His career as a jockey over, Wood galloped horses and broke young horses at the Pomona fairgrounds and at California farms. In 1972, he was hired as a track maintenance assistant at Pomona.
“I worked under Dub Houck, who was the Pomona superintendent for 25 years,” Wood said. “There are no books, there’s no school to go to where you can learn this job, so Dub taught me everything he knew, and he was as good as there was at this business. They only had a two-man crew there, and we worked seven days a week together. He was like my second father.”
In 1979, Houck retired and Wood replaced him. Wood continues to work at Pomona, which is now known as Fairplex Park, and last year he was hired by Del Mar, which recently signed him to a three-year contract.
“Every track has a different material, so you just try to adjust,” Wood said. “Tracks get too hard, too soft. They’re wet enough, they’re not resilient.”
And Santa Anita?
“We’ve added some materials (to the main track) to make it like it was eight or 10 years ago,” Wood said. “We’ve put some bark into it, which ought to make it more resilient, and give it more life. Golden Gate, Los Alamitos and Pomona have done the same thing in recent years. I also plan to dig up about six inches of the track a couple of times a week.”
Eddie Gregson is a Santa Anita trainer who’s been critical of the track surfaces. “I like Steve Wood and I think he’s off to a good start,” Gregson said. “It rains in the winter, I know, but there are still many more fast tracks than muddy ones, and recently they kept pouring more sand on the surface. That just made the track drier and drier. Santa Anita’s had some good track men before, but things they wanted to do sometimes didn’t coincide with management’s philosophy. If they give Wood a chance, I think he’ll do a good job.”
Horses run fast at Santa Anita. Some say that they run too fast.
“The only thing that matters is safety,” Wood said. “I want to make sure that as many of them as possible go home under their own power. If a track is finely tuned, the good horses will run faster just naturally.”

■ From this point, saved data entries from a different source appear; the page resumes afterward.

"""Lays out the pages of a handover: what stands where, and how an episode is made to fit one page."""

from __future__ import annotations

from collections.abc import Iterator
from dataclasses import dataclass, replace

from app.sheet.blocks import Block, Heading, RuledBox, Signatures, Text, draw_all, height_of
from app.sheet.chart_print import ChartBlock
from app.sheet.episode_sheet import lower_blocks, upper_blocks
from app.sheet.press import STRONG, Press
from app.sheet.shapes import TIERS, EpisodePage, PageBrevity
from app.telling.language import in_language as tr

SCALES = (1.06, 1.03, 1.0, 0.97, 0.94, 0.92, 0.9)
"""Print is made no smaller: what has no room then is said shorter."""
LEAST_CHART, GOOD_CHART, MOST_CHART = 124.0, 150.0, 215.0
_BEFORE_REMARK = 5.0
_KEPT_CHANGES, _KEPT_GASES, _FEWEST_SHORT = 3, 5, 8


@dataclass(frozen=True, slots=True)
class Fitted:
    """An episode's page as it fits: its scale, its blocks above and under the chart, and the chart's height.

    `overflow` holds the blocks of further pages; it is empty unless nothing else made it fit.
    """

    scale: float
    upper: tuple[Block, ...]
    chart: ChartBlock
    lower: tuple[Block, ...]
    remark: RuledBox
    overflow: tuple[tuple[Block, ...], ...] = ()


@dataclass(frozen=True, slots=True)
class Room:
    """The room of a page between head and foot: width and height in points, the unit of pressures, who signs."""

    width: float
    height: float
    unit: str
    signed: Signatures


def fit_episode(page: EpisodePage, press: Press, room: Room) -> Fitted:
    """Make an episode's page fit: the largest scale that does, then shorter words, then more pages.

    An open flag is never left out, and nothing is left out without being said.
    """
    for scale, chart in (*((s, GOOD_CHART) for s in SCALES), (SCALES[-1], LEAST_CHART)):
        fitted = _at_scale(page, press.at_scale(scale), room, chart)
        if fitted is not None:
            return fitted
    smallest = press.at_scale(SCALES[-1])
    said = page
    for said in shorter(page):
        fitted = _at_scale(said, smallest, room, LEAST_CHART)
        if fitted is not None:
            return _given_back(said, fitted, smallest, room)
    return _on_more_pages(said, smallest, room)


def shorter(page: EpisodePage) -> Iterator[EpisodePage]:
    """The page said shorter and shorter, what a reader would miss most last."""
    brief = page.brief
    for left in range(1, len(page.to_check)):
        yield replace(page, brief=(brief := replace(brief, checks=left)))
    yield replace(page, brief=(brief := replace(brief, since=True)))
    yield replace(page, brief=(brief := replace(brief, weaker_evidence=True)))
    for short in range(2, len(page.changes) - _KEPT_CHANGES + 1):
        yield replace(page, brief=(brief := replace(brief, changes=short)))
    for out in range(1, len(page.gases) - _KEPT_GASES + 1):
        yield replace(page, brief=(brief := replace(brief, gases_out=out)))
    for short in range(brief.changes + 1, len(page.changes)):
        yield replace(page, brief=(brief := replace(brief, changes=short)))
    yield replace(page, brief=(brief := replace(brief, due=True)))
    for tiers in ({"escalate", "concern"}, {"escalate"}, set[str]()):
        yield replace(page, brief=(brief := replace(brief, evidence_of=frozenset(tiers))))
    yield replace(page, brief=(brief := replace(brief, ended=True)))
    for out in range(1, brief.changes - _FEWEST_SHORT + 1):
        yield replace(page, brief=(brief := replace(brief, changes_out=out)))


def _given_back(page: EpisodePage, fitted: Fitted, press: Press, room: Room) -> Fitted:
    """What the last step saved more than was needed goes to what was shortened before it, the most missed first."""
    for whole in _longer(page):
        if (found := _at_scale(whole, press, room, LEAST_CHART)) is not None:
            return _given_back(whole, found, press, room)
    return fitted


def _longer(page: EpisodePage) -> Iterator[EpisodePage]:
    """The page with one thing said whole again."""
    b, usual = page.brief, PageBrevity()
    for short in range(b.changes_out, b.changes):
        yield replace(page, brief=replace(b, changes=short))
    for more in (t for t in TIERS if t not in b.evidence_of):
        yield replace(page, brief=replace(b, evidence_of=b.evidence_of | {more}))
    for whole in (
        replace(b, due=False), replace(b, ended=False), replace(b, since=False), replace(b, gases_out=0),
        replace(b, weaker_evidence=False), replace(b, checks=usual.checks),
    ):  # fmt: skip
        if whole != b:
            yield replace(page, brief=whole)


def _at_scale(page: EpisodePage, press: Press, room: Room, least: float) -> Fitted | None:
    upper, lower, remark = tuple(upper_blocks(page)), tuple(lower_blocks(page, room.unit)), RuledBox(page.remark)
    left = room.height - height_of((*upper, *lower), press, room.width) - _end_height(remark, press, room)
    if left < least:
        return None
    return Fitted(press.scale, upper, ChartBlock(page.chart, min(left, MOST_CHART)), lower, remark)


def _end_height(remark: RuledBox, press: Press, room: Room) -> float:
    """The remark and the lines to sign."""
    return _BEFORE_REMARK + height_of((remark, room.signed), press, room.width)


def _on_more_pages(page: EpisodePage, press: Press, room: Room) -> Fitted:
    """The page as far as it goes, the rest on further ones. A remark too long for what is left goes there too."""
    goes_on = Text(tr("Goes on on the next page."), STRONG)
    upper, lower, remark = tuple(upper_blocks(page)), list(lower_blocks(page, room.unit)), RuledBox(page.remark)
    fixed = height_of((*upper, goes_on), press, room.width) + LEAST_CHART
    if fixed + _end_height(remark, press, room) > room.height:
        lower += [Heading(tr("Handover remark")), *(Text(part) for part in page.remark.splitlines())]
        remark = RuledBox("", tr("the remark stands on the next page"))
    left = room.height - fixed - _end_height(remark, press, room)
    kept = _as_many(lower, press, room.width, left)
    chart = ChartBlock(page.chart, LEAST_CHART)
    rest = tuple(_in_pages(lower[kept:], press, room))
    return Fitted(press.scale, upper, chart, (*lower[:kept], goes_on), remark, rest)


def _in_pages(blocks: list[Block], press: Press, room: Room) -> Iterator[tuple[Block, ...]]:
    while blocks:
        kept = max(1, _as_many(blocks, press, room.width, room.height))
        yield tuple(blocks[:kept])
        blocks = blocks[kept:]


def _as_many(blocks: list[Block], press: Press, width: float, high: float) -> int:
    """How many blocks have room; no heading stands alone at the foot."""
    kept, used = 0, 0.0
    while kept < len(blocks) and (used := used + blocks[kept].height(press, width)) <= high:
        kept += 1
    while kept and kept < len(blocks) and isinstance(blocks[kept - 1], Heading):
        kept -= 1
    return kept


def draw_episode(fitted: Fitted, press: Press, x: float, y: float, bottom: float, room: Room) -> None:
    """Draw a fitted page between `y` and `bottom`. The remark's box takes what room is left."""
    at, width = press.at_scale(fitted.scale), room.width
    y = draw_all(fitted.upper, at, x, y, width)
    fitted.chart.draw(at, x, y, width)
    y = draw_all(fitted.lower, at, x, y + fitted.chart.high, width)
    y += _BEFORE_REMARK
    top_of_signatures = bottom - room.signed.height(at, width)
    fitted.remark.draw_high(at, x, y, width, top_of_signatures - y)
    room.signed.draw(at, x, top_of_signatures, width)


def draw_overflow(fitted: Fitted, blocks: tuple[Block, ...], press: Press, x: float, y: float, width: float) -> None:
    """Draw one of the pages of what had no room on the episode's first."""
    draw_all(blocks, press.at_scale(fitted.scale), x, y, width)
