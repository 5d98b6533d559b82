"""One ORU^R01 message becomes results: which patient, which result, what value, what the sender says of it."""

from __future__ import annotations

import re
from collections.abc import Iterator, Sequence
from dataclasses import dataclass, field, replace
from typing import TYPE_CHECKING, Protocol

from core.record import instant
from core.record.channels import CHANNELS
from core.record.entries import NewEntry, from_reading
from core.record.instant import Instant
from core.record.message import Message, RecordError, refuse
from core.record.reading import MAX_TEXT
from storage.codes import LOINC, Coding, Meaning, meaning_of_codings
from storage.intake.coded_value import CodeBook, code_key, coded_reading
from storage.intake.findings import CLOCK_LEAD, Findings
from storage.intake.hl7v2_messages import RawMessage
from storage.intake.patients import Patients, identifier_text
from storage.intake.result_versions import PRELIMINARY, Result, Standing, identity
from storage.intake.wall_times import parse_dtm

if TYPE_CHECKING:
    from collections.abc import Iterable

_STATUS = {
    "F": Standing.GIVEN, "P": Standing.GIVEN, "R": Standing.GIVEN, "U": Standing.GIVEN, "": Standing.GIVEN,
    "V": Standing.GIVEN, "S": Standing.GIVEN, "A": Standing.GIVEN, "B": Standing.GIVEN,
    "C": Standing.CORRECTED, "D": Standing.GONE, "X": Standing.GONE, "W": Standing.GONE,
}  # fmt: skip
"""OBX-11 (table 0085). X: no result can be obtained; W: posted to the wrong patient."""
_PRELIMINARY = ("P", "R", "S")
_NOT_YET = ("I", "O", "N")
_SITES = {"ARTERIAL": "arterial", "BLDA": "arterial", "ABLD": "arterial", "ART": "arterial", "BLDV": "venous",
          "VENOUS": "venous", "VBLD": "venous", "BLDC": "capillary", "CAPILLARY": "capillary"}  # fmt: skip
"""Specimens of table 0487 (BLDA, BLDV, BLDC) and the plain words."""
_ESCAPE = re.compile(r"\\(F|S|T|R|E|\.br|X[0-9A-Fa-f]*)\\")
BY = "HL7"


class _Aside(Protocol):
    def put(self, line: int, column: str, value: str, message: Message) -> None: ...

    def note_code(self, key: str, name: str, example: str, unit: str) -> None: ...


@dataclass(slots=True)
class _Order:
    """What holds for the results under one OBR."""

    filler: str = ""
    at_text: str = ""
    site: str = ""
    seen: dict[tuple[str, str], int] = field(default_factory=dict)


@dataclass(slots=True)
class _Observed:
    """One OBX while its notes are gathered."""

    line: int
    fields: Sequence[str]
    order: _Order
    notes: list[str] = field(default_factory=list)


class MessageRows:
    """Reads messages; what is wrong goes to `findings`, what is not for this record to `aside`."""

    def __init__(
        self, now: Instant, zone: str, book: CodeBook, patients: Patients, findings: Findings, aside: _Aside
    ) -> None:
        self._now, self._zone, self._book, self._patients = now, zone, book, patients
        self._findings, self._aside = findings, aside
        self._meanings: dict[str, Meaning | None] = {}
        self.count = 0

    def read(self, raw: RawMessage) -> Iterator[tuple[Result, str]]:
        """The results of a message, each with the sample site it names."""
        self.count += 1
        try:
            message = _Message(raw)
            message.check()
            issued = self._issued(message)
        except RecordError as error:
            self._findings.refuse(raw.line, "MSH", raw.text[:60], error.message)
            return
        for observed in message.observations():
            try:
                found = self._result(message, observed, issued)
            except RecordError as error:
                self._findings.refuse(observed.line, _column(error), _get(observed.fields, 5), error.message)
                continue
            if found is not None:
                yield found

    def _issued(self, message: _Message) -> Instant | None:
        """When the message was sent; None where it does not say."""
        text = message.part(message.header, 6)
        at = parse_dtm(text, self._zone) if text else None
        return at if at is None or at <= self._now + CLOCK_LEAD else None

    def _result(self, message: _Message, o: _Observed, issued: Instant | None) -> tuple[Result, str] | None:
        meaning = self._meaning(message, o)
        if meaning is None:
            return None
        status = _get(o.fields, 11).strip().upper()
        if status in _NOT_YET:
            self._aside.put(o.line, "OBX-11", status, Message("result.not_yet", {"channel": meaning.channel}))
            return None
        if status not in _STATUS:
            raise refuse("result.status_unknown", value=status[:20], accepted=" ".join(k for k in _STATUS if k))
        stated = _STATUS[status]
        at = self._moment(o)
        episode = self._patients.episode(message.identifiers(), o.line)
        entry, doubts = self._entry(message, o, meaning, episode, at, stated)
        if entry is None:
            return None
        if status in _PRELIMINARY:
            doubts = (*doubts, Message(PRELIMINARY, {"channel": meaning.channel}))
            entry = replace(entry, doubt=entry.doubt or PRELIMINARY)
        base = self._base(message, o, at)
        version = (status, str(issued or ""), entry.raw, entry.raw_unit, str(at))
        why = f"status {status}" if status else ""
        return Result(o.line, base, version, entry, stated, why, issued, doubts), meaning.site or o.order.site

    def _base(self, message: _Message, o: _Observed, at: Instant) -> str:
        """What stays the same in every version of a result."""
        code, sub = _get(o.fields, 3).split(message.component)[0], _get(o.fields, 4)
        patient = (message.identifiers() or [""])[0]
        alone = bool(o.order.filler) and o.order.seen.get((code, sub), 0) == 1
        return identity("hl7v2", patient, o.order.filler, code, sub, "" if alone else str(at))

    def _meaning(self, message: _Message, o: _Observed) -> Meaning | None:
        text = _get(o.fields, 3)
        if text not in self._meanings:
            self._meanings[text] = self._looked_up(message.codings(text))
        found = self._meanings[text]
        if found is None:
            self._put_aside(message, o, text)
        return found

    def _looked_up(self, codings: list[Coding]) -> Meaning | None:
        own = self._book.channel(codings)
        if own == "":
            return None
        return Meaning(own) if own is not None and own in CHANNELS else meaning_of_codings(codings)

    def _put_aside(self, message: _Message, o: _Observed, text: str) -> None:
        """A result whose code is no quantity of the log: named, and asked about where nobody has said anything."""
        parts, codings = text.split(message.component), message.codings(text)
        values = {"code": parts[0][:60], "name": message.plain(_get(parts, 1))[:80]}
        if self._book.channel(codings) == "":
            self._aside.put(o.line, "OBX-3", text[:80], Message("code.not_wanted", values))
            return
        self._aside.put(o.line, "OBX-3", text[:80], Message("code.not_ours", values))
        example = message.plain(_get(o.fields, 5).replace(message.component, " ")).strip()
        unit = message.plain(_get(o.fields, 6).split(message.component)[0])
        key = code_key(codings[0]) if codings else ""
        self._aside.note_code(key, message.plain(_get(parts, 1)) or parts[0], example, unit)

    def _moment(self, o: _Observed) -> Instant:
        text = (_get(o.fields, 14) or o.order.at_text).strip()
        if not text:
            raise refuse("time.none", accepted="OBX-14 or OBR-7")
        at = parse_dtm(text, self._zone)
        if at > self._now + CLOCK_LEAD:
            raise refuse("instant.in_future", value=text, now=instant.iso_second(self._now),
                         accepted="at most 5 min ahead of the clock")  # fmt: skip
        return at

    def _entry(
        self, message: _Message, o: _Observed, meaning: Meaning, episode: str, at: Instant, stated: Standing
    ) -> tuple[NewEntry | None, tuple[Message, ...]]:
        known = CHANNELS[meaning.channel]
        note = message.plain("\n".join(o.notes))[:MAX_TEXT]
        zone = self._zone or "UTC"
        text = message.value(_get(o.fields, 2).strip(), _get(o.fields, 5), known.key)
        if stated is Standing.GONE:
            return NewEntry(episode, known.key, at, raw=text, zone=zone, by=BY, note=note), ()
        if not text or text == '""':
            values = {"channel": known.key}
            self._aside.put(o.line, "OBX-5", "", Message("result.no_value", values))
            return None, ()
        units = _get(o.fields, 6).split(message.component)
        is_ucum = _get(units, 2).upper() == "UCUM"
        reading = coded_reading(known, text, message.plain(units[0]), is_ucum=is_ucum)
        return from_reading(episode, at, reading, by=BY, zone=zone, note=note), reading.doubts


class _Message:
    """One message cut into segments of fields, by its own separators."""

    def __init__(self, raw: RawMessage) -> None:
        import hl7

        try:
            hl7.parse(raw.text)
        except Exception as error:  # the parser raises whatever its slicing meets
            raise refuse("hl7.unreadable", detail=type(error).__name__, accepted="an HL7 v2 message") from None
        # what the parser found to be a message is cut into fields here: to ask it for texts would join them anew
        marks = raw.text[3:8].ljust(5)
        self._segments = [line.split(marks[0]) for line in raw.text.split("\r")]
        self._segments[0].insert(1, marks[0])  # MSH counts its separator as a field
        self._kinds = [fields[0] for fields in self._segments]
        self.component, self.repetition, self._escape = marks[1], marks[2], marks[3]
        self._subcomponent, self._mark = marks[4], marks[0]
        self._line = raw.line
        self.header = self._segments[0]
        self._patient: list[str] | None = None

    def check(self) -> None:
        """Refuse what is no ORU^R01.

        Raises:
            RecordError: `hl7.not_a_result`.
        """
        kind = _get(self.header, 9).split(self.component)
        if kind[:2] != ["ORU", "R01"] and kind[:1] != ["ORU"]:
            raise refuse("hl7.not_a_result", value=_get(self.header, 9)[:40], accepted="ORU^R01")

    def part(self, fields: Sequence[str], index: int) -> str:
        """The first component of a field of the header, which counts its separator as a field."""
        return _get(fields, index + 1).split(self.component)[0]

    def identifiers(self) -> list[str]:
        """The patient's identifiers, each with the authority that gave it."""
        if self._patient is None:
            self._patient = []
            for segment in self._segments:
                if segment[0] == "PID":
                    self._patient = list(self._identifiers(_get(segment, 3)))
        return self._patient

    def _identifiers(self, text: str) -> Iterable[str]:
        for one in text.split(self.repetition):
            parts = one.split(self.component)
            if parts[0].strip():
                authority = _get(parts, 3).split(self._subcomponent)[0]
                yield identifier_text(self.plain(authority), self.plain(parts[0]))

    def observations(self) -> list[_Observed]:
        """The OBX of the message with the order they stand under and the notes behind them."""
        order = _Order()
        found: list[_Observed] = []
        last: _Observed | None = None
        for number, segment in enumerate(self._segments):
            kind = self._kinds[number]
            if kind == "OBR":
                order = _Order(_get(segment, 3).split(self.component)[0], _get(segment, 7), self._site(segment, 15))
                last = None
            elif kind == "SPM":
                order.site = self._site(segment, 4) or order.site
            elif kind == "OBX":
                last = _Observed(self._line + number, segment, order)
                key = (_get(segment, 3).split(self.component)[0], _get(segment, 4))
                order.seen[key] = order.seen.get(key, 0) + 1
                found.append(last)
            elif kind == "NTE" and last is not None:
                last.notes.append(_get(segment, 3))
        return found

    def _site(self, segment: Sequence[str], index: int) -> str:
        text = _get(segment, index)
        for part in text.replace(self._subcomponent, self.component).split(self.component):
            word = part.strip().upper()
            if word in _SITES:
                return _SITES[word]
            for name in ("ARTERIAL", "VENOUS", "CAPILLARY"):
                if word.startswith(name):
                    return _SITES[name]
        return ""

    def codings(self, text: str) -> list[Coding]:
        """The codes of a coded field, the alternate one too, by the names HL7 gives their systems."""
        parts = text.split(self.component)
        pairs = [(_get(parts, 2), parts[0]), (_get(parts, 5), _get(parts, 3))]
        return [(LOINC if system.strip().upper() in ("LN", "LOINC") else system.strip(), self.plain(code).strip())
                for system, code in pairs if code.strip()]  # fmt: skip

    def value(self, kind: str, text: str, channel: str) -> str:
        """OBX-5 as text: a structured number (SN) is put together, a coded value gives its words."""
        first = text.split(self.repetition, maxsplit=1)[0] if kind in ("NM", "SN") else text
        parts = first.split(self.component)
        if kind == "SN":
            comparator, separator = _get(parts, 0).strip(), _get(parts, 2).strip()
            shown = "".join(p.strip() for p in parts)
            if separator:
                raise refuse("value.comparator", channel=channel, value=shown[:40], accepted="one exact number")
            return (comparator if comparator != "=" else "") + _get(parts, 1).strip()
        if kind in ("CE", "CWE", "CNE"):
            return self.plain(_get(parts, 1) or parts[0]).strip()
        if kind in ("ED", "RP"):
            raise refuse("value.not_a_number", channel=channel, value=kind, accepted="NM, SN, ST, TX, CE or CWE")
        return self.plain(first).strip()

    def plain(self, text: str) -> str:
        """Text with its escape sequences undone."""
        if self._escape not in text or self._escape != "\\":
            return text
        marks = {"F": self._mark, "S": self.component, "T": self._subcomponent, "R": self.repetition,
                 "E": self._escape, ".br": "\n"}  # fmt: skip

        def undone(found: re.Match[str]) -> str:
            name = found[1]
            if name.startswith("X"):
                digits = name[1:]
                return bytes.fromhex(digits).decode("latin-1") if len(digits) % 2 == 0 else ""
            return marks[name]

        return _ESCAPE.sub(undone, text)


def _get(fields: Sequence[str], index: int) -> str:
    return fields[index] if index < len(fields) else ""


def _column(error: RecordError) -> str:
    room = error.message.key.partition(".")[0]
    return {"unit": "OBX-6", "patient": "PID-3", "time": "OBX-14", "instant": "OBX-14"}.get(room, "OBX-5")
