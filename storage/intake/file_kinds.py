"""What kind of file it is, by its first bytes and never by its name alone."""

from __future__ import annotations

import csv
from enum import StrEnum
from pathlib import Path

from storage.intake.columns import REQUIRED

_HEAD = 4096
_MEANT_AS_LOG = 5
"""Names of the log file's header that show it is meant as one: what it lacks is then said by its reader."""
_HL7 = (b"MSH", b"FHS", b"BHS")


class FileKind(StrEnum):
    """The readers there are."""

    LOG_CSV = "log_csv"
    TABLE = "table"
    HL7V2 = "hl7v2"
    FHIR = "fhir"


def kind_of(path: Path | str) -> FileKind:
    """The kind of a file. What is neither of ours nor results is a table, whose reader says what is wrong with it.

    Raises:
        OSError: it cannot be opened.
    """
    with Path(path).open("rb") as file:
        head = file.read(_HEAD)
    plain = head.removeprefix(b"\xef\xbb\xbf").lstrip(b"\x0b \t\r\n")
    if plain.startswith(_HL7) and len(plain) > 3 and not plain[3:4].isalnum():
        return FileKind.HL7V2
    if plain.startswith((b"{", b"[")):
        return FileKind.FHIR
    first = plain.split(b"\n", 1)[0].decode("utf-8", "replace").rstrip("\r")
    try:
        names = {c.strip().lower() for c in next(csv.reader([first]), [])}
    except csv.Error:
        names = set()
    return FileKind.LOG_CSV if len(names & set(REQUIRED)) >= _MEANT_AS_LOG else FileKind.TABLE
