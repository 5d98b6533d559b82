"""Observations by FHIR R4 in JSON: a resource, a Bundle, or one resource a line (.ndjson). Narrow on purpose:
what an observation of vital signs, gases or settings needs, and a reason for everything else."""

from __future__ import annotations

from collections import Counter
from collections.abc import Callable
from dataclasses import replace
from pathlib import Path

from core.record.instant import Instant
from core.record.message import Message, RecordError, refuse
from storage.draft_batch import SourceFacts
from storage.intake.coded_value import CodeBook
from storage.intake.fhir_bundle import Holdings
from storage.intake.fhir_json import read_resources, text
from storage.intake.fhir_observation import BY, ObservationRows
from storage.intake.findings import Findings, Intake, UnreadableFileError
from storage.intake.judged import judged_intake
from storage.intake.moments_of_gas import SampleSites
from storage.intake.patients import Patients
from storage.intake.result_versions import ResultVersions
from storage.intake.row_reading import EntryRow
from storage.intake.said import Aside, Said
from storage.intake.sample_spool import SampleSpool
from storage.store import Store

Progress = Callable[[int, int], None]


def read_fhir(
    path: Path | str, *, now: Instant, said: Said | None = None, existing: Store | None = None,
    progress: Progress | None = None, cancelled: Callable[[], bool] | None = None,
) -> Intake:  # fmt: skip
    """Read a file of FHIR against the clock and what the store already has. Nothing is written.

    A finding's `line` is the number of its resource in the file, from 1.

    Raises:
        RecordError: `intake.cancelled`.
        OSError: the file cannot be read.
    """
    said, file = said or Said(), Path(path)
    findings, aside, spool = Findings(), Aside(), SampleSpool()
    try:
        resources, sha, size = read_resources(file)
    except UnreadableFileError as error:
        findings.refuse(error.line, "", error.value, error.message)
        return judged_intake(SourceFacts("fhir", file.name), [], spool, findings, existing, whole=False)
    holdings = Holdings.of(resources)
    patients = Patients(existing, said.episodes, now)
    versions, sites = ResultVersions(existing), SampleSites()
    rows = ObservationRows(now, CodeBook(said.codes), patients, holdings, findings, aside, spool)
    made: list[EntryRow] = []
    for i, found in enumerate(holdings.observations):
        if cancelled is not None and cancelled():
            raise refuse("intake.cancelled", path=file.name)
        if progress is not None and i % 100 == 0:
            progress(i, len(holdings.observations))
        for result, site in rows.read(found):
            try:
                sites.note(result.entry, site, result.line, result.issued)
            except RecordError as error:
                findings.refuse(result.line, "specimen", site, error.message)
                continue
            row = versions.add(result)
            if row is not None:
                made.append(row)
    for gone in versions.nothing_to_withdraw:
        values = {"channel": gone.entry.channel, "status": gone.why}
        aside.put(gone.line, "status", gone.why, Message("result.nothing_to_withdraw", values))
    for kind, count in Counter(text(f.resource, "resourceType") for f in holdings.others).items():
        if kind not in ("Patient", "Specimen"):
            aside.put(0, "resourceType", kind, Message("fhir.other_resource", {"kind": kind, "count": count}))
    facts: dict[str, str | int | float | bool | None] = {"format": "FHIR R4"}
    facts["observations"] = len(holdings.observations)
    source = SourceFacts("fhir", file.name, sha, size, facts)
    made = [*sites.rows(versions), *patients.confirmations(BY), *made]
    intake = judged_intake(source, made, spool, findings, existing, repeated=versions.repeated,
                           aside=aside.listed, aside_count=aside.count)  # fmt: skip
    return replace(intake, unknown_patients=tuple(patients.unknown))
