"""What a person says of how a table is written: encoding, delimiter, line of the header, sheet."""

from __future__ import annotations

import codecs
from dataclasses import dataclass

from core.record.message import refuse

_NAMES = {"comma": ",", "semicolon": ";", "tab": "\t", "\\t": "\t", "bar": "|", "space": " ", "colon": ":"}
_ACCEPTED = "one character that is no letter, digit or quote, or comma, semicolon, tab, bar, space, colon"
_NO_DELIMITER = '"\r\n\x00'


@dataclass(frozen=True, slots=True)
class Writing:
    """What is empty is found by looking. `header_line` counts from 1; `sheet` is of spreadsheets alone."""

    encoding: str = ""
    delimiter: str = ""
    header_line: int = 0
    sheet: str = ""

    def over(self, other: Writing) -> Writing:
        """This, and what the other says where this is silent.

        >>> Writing(delimiter=":").over(Writing("cp437", ";")) == Writing("cp437", ":")
        True
        """
        return Writing(self.encoding or other.encoding, self.delimiter or other.delimiter,
                       self.header_line or other.header_line, self.sheet or other.sheet)  # fmt: skip


AS_FOUND = Writing()


def delimiter_said(text: str) -> str:
    """The character that a person means by a delimiter, typed or named.

    Raises:
        RecordError: `table.delimiter`.

    >>> delimiter_said("tab"), delimiter_said("^"), delimiter_said("")
    ('\\t', '^', '')
    """
    mark = _NAMES.get(text.strip().casefold(), text.strip(" ") or text[:1])
    if len(mark) > 1 or mark.isalnum() or (mark and mark in _NO_DELIMITER):
        raise refuse("table.delimiter", value=text[:20], accepted=_ACCEPTED)
    return mark


def check_writing(said: Writing) -> None:
    """Refuse an encoding or delimiter that cannot be one.

    Raises:
        RecordError: `table.encoding_unknown`, `table.delimiter`, `table.header_line`.
    """
    delimiter_said(said.delimiter)
    if said.header_line < 0:
        raise refuse("table.header_line", value=said.header_line, accepted="a line from 1 on")
    if not said.encoding:
        return
    try:
        "".encode(said.encoding)
        codecs.getincrementaldecoder(said.encoding)
    except (LookupError, ValueError):
        raise refuse("table.encoding_unknown", value=said.encoding[:40],
                     accepted="e.g. utf-8, cp1252, iso8859-15, cp437, utf-16") from None  # fmt: skip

Wood has an ownership interest in about 15 horses. “Most of them don’t amount to much,” he said. “But I do have a piece of Serious Toy, a 2-year-old filly who might turn out to be something.”
Today’s opening feature is the $100,000 Malibu, one of the stepping stones toward the Charles H. Strub Stakes for 4-year-olds Feb. 10. The other leg is the San Fernando Jan. 19. Only five horses have swept the series, the last being Precisionist in 1985.
There are 12 horses entered in the seven-furlong Malibu, including several who were waylaid before or during this year’s Triple Crown series. They include Magical Mile, the Hollywood Juvenile winner who hasn’t run in nine months; Pleasant Tap, winless in 11 months but third in the Kentucky Derby; and Burnt Hills, who may be returning to form after running next to last in the Derby.
Horse Racing Notes
Santa Anita, normally open Wednesday through Sunday, has an unusual schedule through the holidays. There will be no racing Thursday or on Wednesday, Jan. 2. The track is running next Monday and Tuesday. . . . The 88- day season runs through April 22. There will be stakes races on the first six days. Post time today is noon. Then the first race will be at 12:30 through Feb. 20, and after that 1 p.m.
Laffit Pincay Jr., who has won the Malibu the last two years, will be on Magical Mile today. . . . Malibu starters Restless Con and Profit Key are both trained by Wayne Lukas, who won last year’s trainer title when he saddled 38 winners. . . . Starting in 1986, Gary Stevens and Pincay have won the jockey title in alternate years. Stevens won 111 races last season and leads the country in purses this year with $13.5 million. . . . Mike Manning has been promoted to assistant general manager at Santa Anita.